Given information
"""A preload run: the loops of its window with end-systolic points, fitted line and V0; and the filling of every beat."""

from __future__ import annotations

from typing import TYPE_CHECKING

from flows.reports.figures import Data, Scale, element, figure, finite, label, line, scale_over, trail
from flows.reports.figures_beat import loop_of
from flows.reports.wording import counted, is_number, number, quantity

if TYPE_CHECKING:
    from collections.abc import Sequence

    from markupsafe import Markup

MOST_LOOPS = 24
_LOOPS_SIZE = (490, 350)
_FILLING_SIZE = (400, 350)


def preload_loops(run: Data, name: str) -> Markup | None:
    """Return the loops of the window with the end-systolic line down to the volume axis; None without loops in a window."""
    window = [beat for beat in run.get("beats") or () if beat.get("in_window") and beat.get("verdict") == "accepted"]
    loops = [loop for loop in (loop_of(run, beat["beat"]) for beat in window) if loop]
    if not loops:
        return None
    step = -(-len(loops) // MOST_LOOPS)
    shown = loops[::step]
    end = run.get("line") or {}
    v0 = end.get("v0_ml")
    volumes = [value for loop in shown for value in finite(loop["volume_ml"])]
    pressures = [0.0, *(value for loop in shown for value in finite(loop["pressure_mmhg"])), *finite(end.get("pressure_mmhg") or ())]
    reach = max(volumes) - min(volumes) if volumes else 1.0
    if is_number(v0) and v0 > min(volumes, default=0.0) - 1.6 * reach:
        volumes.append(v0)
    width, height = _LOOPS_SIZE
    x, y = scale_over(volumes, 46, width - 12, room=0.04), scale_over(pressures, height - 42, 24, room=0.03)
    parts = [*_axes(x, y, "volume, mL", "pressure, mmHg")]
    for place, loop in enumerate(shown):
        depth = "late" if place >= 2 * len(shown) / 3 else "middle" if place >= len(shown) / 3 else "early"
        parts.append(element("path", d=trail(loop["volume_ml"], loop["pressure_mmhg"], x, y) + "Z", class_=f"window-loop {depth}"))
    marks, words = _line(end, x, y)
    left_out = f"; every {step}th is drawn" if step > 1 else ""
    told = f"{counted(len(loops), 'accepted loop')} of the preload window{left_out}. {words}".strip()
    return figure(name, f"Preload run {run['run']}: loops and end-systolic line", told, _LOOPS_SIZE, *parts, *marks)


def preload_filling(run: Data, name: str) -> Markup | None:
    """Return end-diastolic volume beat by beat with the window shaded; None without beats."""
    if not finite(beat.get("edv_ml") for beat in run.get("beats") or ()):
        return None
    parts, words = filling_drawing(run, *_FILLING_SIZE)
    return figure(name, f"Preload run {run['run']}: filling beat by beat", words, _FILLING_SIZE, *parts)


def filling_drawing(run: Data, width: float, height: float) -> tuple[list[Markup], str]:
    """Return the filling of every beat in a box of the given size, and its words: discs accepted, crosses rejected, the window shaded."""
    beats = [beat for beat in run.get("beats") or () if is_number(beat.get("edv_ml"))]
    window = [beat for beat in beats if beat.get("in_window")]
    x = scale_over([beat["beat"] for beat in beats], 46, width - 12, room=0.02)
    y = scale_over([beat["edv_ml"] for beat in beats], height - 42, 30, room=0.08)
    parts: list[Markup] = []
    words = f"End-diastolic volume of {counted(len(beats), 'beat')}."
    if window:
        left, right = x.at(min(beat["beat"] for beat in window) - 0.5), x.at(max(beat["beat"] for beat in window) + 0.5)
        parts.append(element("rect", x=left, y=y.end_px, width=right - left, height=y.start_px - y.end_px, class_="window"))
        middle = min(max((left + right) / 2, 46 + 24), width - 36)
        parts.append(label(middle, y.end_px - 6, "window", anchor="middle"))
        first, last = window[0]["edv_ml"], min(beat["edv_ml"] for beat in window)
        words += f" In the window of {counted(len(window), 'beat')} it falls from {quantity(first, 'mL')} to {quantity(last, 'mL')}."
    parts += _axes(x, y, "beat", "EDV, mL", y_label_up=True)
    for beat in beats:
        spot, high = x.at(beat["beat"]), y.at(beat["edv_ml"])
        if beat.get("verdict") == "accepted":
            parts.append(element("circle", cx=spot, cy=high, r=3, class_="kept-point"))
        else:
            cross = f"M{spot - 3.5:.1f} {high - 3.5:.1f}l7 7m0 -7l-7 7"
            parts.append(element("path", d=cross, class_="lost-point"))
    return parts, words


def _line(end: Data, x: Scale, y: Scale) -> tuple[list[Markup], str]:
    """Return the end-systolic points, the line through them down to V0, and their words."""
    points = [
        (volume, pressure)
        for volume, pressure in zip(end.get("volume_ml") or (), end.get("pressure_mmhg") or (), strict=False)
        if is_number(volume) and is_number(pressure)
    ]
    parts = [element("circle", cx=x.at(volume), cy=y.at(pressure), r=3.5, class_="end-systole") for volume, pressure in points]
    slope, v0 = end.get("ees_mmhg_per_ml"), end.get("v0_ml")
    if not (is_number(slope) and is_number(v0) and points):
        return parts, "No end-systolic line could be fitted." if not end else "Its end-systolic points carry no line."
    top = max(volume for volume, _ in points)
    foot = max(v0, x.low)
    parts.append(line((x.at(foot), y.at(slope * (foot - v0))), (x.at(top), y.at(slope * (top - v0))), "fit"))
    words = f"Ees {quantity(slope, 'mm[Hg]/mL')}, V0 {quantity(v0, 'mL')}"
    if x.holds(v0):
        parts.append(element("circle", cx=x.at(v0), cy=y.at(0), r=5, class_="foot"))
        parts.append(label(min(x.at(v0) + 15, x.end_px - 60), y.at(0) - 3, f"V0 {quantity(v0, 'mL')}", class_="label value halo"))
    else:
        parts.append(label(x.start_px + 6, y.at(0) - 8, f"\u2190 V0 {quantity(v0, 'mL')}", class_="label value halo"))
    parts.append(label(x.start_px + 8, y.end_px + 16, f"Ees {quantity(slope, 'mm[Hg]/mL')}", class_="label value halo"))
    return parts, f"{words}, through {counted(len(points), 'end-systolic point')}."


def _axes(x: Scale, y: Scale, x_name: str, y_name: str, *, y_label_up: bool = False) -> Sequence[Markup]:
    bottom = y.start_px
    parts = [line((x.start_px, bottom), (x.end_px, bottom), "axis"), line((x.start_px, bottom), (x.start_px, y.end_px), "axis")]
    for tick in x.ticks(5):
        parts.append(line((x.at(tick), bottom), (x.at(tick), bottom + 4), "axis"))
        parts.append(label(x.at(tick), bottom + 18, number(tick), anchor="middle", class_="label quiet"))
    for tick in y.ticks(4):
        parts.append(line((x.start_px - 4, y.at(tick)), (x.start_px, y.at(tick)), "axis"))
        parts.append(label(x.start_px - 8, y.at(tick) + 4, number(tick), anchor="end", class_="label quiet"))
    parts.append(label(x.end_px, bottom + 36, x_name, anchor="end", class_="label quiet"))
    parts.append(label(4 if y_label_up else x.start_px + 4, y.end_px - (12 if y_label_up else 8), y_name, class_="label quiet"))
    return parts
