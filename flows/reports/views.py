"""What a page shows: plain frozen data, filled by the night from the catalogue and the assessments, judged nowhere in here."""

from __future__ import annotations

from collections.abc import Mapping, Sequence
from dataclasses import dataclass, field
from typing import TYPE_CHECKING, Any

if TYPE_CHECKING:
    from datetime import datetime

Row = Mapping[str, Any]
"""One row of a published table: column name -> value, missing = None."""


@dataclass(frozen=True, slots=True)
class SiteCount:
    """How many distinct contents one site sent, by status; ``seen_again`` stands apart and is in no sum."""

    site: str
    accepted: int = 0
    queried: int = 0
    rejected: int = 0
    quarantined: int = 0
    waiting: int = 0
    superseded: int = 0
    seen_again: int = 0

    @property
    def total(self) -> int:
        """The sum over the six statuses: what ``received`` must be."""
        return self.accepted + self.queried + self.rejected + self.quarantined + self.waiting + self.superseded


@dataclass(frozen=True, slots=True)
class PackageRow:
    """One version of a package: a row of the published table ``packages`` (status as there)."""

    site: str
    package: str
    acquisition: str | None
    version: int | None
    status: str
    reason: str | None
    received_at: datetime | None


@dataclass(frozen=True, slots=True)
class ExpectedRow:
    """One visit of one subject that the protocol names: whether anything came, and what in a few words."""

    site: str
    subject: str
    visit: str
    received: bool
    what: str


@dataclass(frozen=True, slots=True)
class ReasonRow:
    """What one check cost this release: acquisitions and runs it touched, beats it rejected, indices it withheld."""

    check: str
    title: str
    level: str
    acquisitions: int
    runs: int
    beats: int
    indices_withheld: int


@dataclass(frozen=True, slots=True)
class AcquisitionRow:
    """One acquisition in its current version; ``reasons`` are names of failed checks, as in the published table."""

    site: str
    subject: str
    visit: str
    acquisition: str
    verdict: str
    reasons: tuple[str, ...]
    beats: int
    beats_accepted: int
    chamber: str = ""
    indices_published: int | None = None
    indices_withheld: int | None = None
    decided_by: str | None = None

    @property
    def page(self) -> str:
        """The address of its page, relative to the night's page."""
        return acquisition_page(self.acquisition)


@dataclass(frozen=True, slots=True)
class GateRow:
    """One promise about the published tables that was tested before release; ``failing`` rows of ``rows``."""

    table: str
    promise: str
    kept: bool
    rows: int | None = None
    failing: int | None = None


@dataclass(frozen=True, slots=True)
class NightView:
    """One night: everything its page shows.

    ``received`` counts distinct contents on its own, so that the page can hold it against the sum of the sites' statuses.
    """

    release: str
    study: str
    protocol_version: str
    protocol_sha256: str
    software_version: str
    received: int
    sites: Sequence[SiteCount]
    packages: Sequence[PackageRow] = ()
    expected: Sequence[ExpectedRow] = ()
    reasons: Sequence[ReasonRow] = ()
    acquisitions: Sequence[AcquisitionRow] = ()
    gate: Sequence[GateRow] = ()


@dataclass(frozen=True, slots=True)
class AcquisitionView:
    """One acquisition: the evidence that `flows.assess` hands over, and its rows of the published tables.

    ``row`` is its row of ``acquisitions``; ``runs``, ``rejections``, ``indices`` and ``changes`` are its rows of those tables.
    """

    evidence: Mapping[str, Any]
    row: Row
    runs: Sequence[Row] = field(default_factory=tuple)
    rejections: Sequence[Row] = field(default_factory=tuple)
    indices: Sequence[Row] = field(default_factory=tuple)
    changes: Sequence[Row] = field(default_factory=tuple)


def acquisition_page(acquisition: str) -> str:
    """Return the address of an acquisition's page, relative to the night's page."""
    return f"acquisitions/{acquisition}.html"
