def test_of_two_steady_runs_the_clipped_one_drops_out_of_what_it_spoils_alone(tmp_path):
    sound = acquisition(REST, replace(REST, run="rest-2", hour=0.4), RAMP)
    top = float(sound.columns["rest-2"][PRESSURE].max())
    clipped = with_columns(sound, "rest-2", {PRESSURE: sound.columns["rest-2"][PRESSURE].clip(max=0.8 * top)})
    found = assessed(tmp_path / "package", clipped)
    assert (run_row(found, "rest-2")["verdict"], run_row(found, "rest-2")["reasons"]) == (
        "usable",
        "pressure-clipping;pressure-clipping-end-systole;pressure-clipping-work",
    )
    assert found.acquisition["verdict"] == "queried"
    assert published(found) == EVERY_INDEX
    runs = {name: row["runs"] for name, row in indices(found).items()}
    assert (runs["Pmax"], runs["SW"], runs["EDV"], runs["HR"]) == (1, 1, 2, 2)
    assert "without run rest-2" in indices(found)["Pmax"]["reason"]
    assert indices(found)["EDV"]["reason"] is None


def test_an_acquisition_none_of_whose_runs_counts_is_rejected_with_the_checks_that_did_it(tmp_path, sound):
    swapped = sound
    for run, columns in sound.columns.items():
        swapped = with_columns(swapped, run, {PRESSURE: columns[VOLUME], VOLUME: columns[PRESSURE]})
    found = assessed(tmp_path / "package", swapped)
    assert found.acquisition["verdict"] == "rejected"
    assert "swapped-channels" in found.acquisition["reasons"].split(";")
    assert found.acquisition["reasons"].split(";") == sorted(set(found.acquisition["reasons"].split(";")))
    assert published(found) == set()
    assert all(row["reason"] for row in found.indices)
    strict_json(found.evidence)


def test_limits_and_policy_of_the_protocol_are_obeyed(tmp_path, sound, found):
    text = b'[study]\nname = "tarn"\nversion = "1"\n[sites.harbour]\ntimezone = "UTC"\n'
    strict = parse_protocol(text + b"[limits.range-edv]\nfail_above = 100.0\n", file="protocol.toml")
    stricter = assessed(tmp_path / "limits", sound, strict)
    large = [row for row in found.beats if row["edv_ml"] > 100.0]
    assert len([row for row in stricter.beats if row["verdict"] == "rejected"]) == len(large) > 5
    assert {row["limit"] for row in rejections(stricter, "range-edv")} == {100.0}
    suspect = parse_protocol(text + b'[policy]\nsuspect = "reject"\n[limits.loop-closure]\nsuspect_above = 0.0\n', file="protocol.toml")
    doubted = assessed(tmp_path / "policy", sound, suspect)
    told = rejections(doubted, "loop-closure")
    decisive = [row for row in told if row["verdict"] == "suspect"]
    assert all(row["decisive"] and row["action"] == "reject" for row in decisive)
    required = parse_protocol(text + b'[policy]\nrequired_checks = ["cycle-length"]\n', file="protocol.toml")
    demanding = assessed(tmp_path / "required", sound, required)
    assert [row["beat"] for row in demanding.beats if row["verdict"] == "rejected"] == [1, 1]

Your assignment
Exactly those lines that run from the start of the listing to the line containing "from markupsafe import Markup" should be output, and no others.

Answer space
"""A preload run: the loops of its window with end-systolic points, fitted line and V0; and the filling of every beat."""

from __future__ import annotations

from typing import TYPE_CHECKING

from flows.reports.figures import Data, Scale, element, figure, finite, label, line, scale_over, trail
from flows.reports.figures_beat import loop_of
from flows.reports.wording import counted, is_number, number, quantity

if TYPE_CHECKING:
    from collections.abc import Sequence

    from markupsafe import Markup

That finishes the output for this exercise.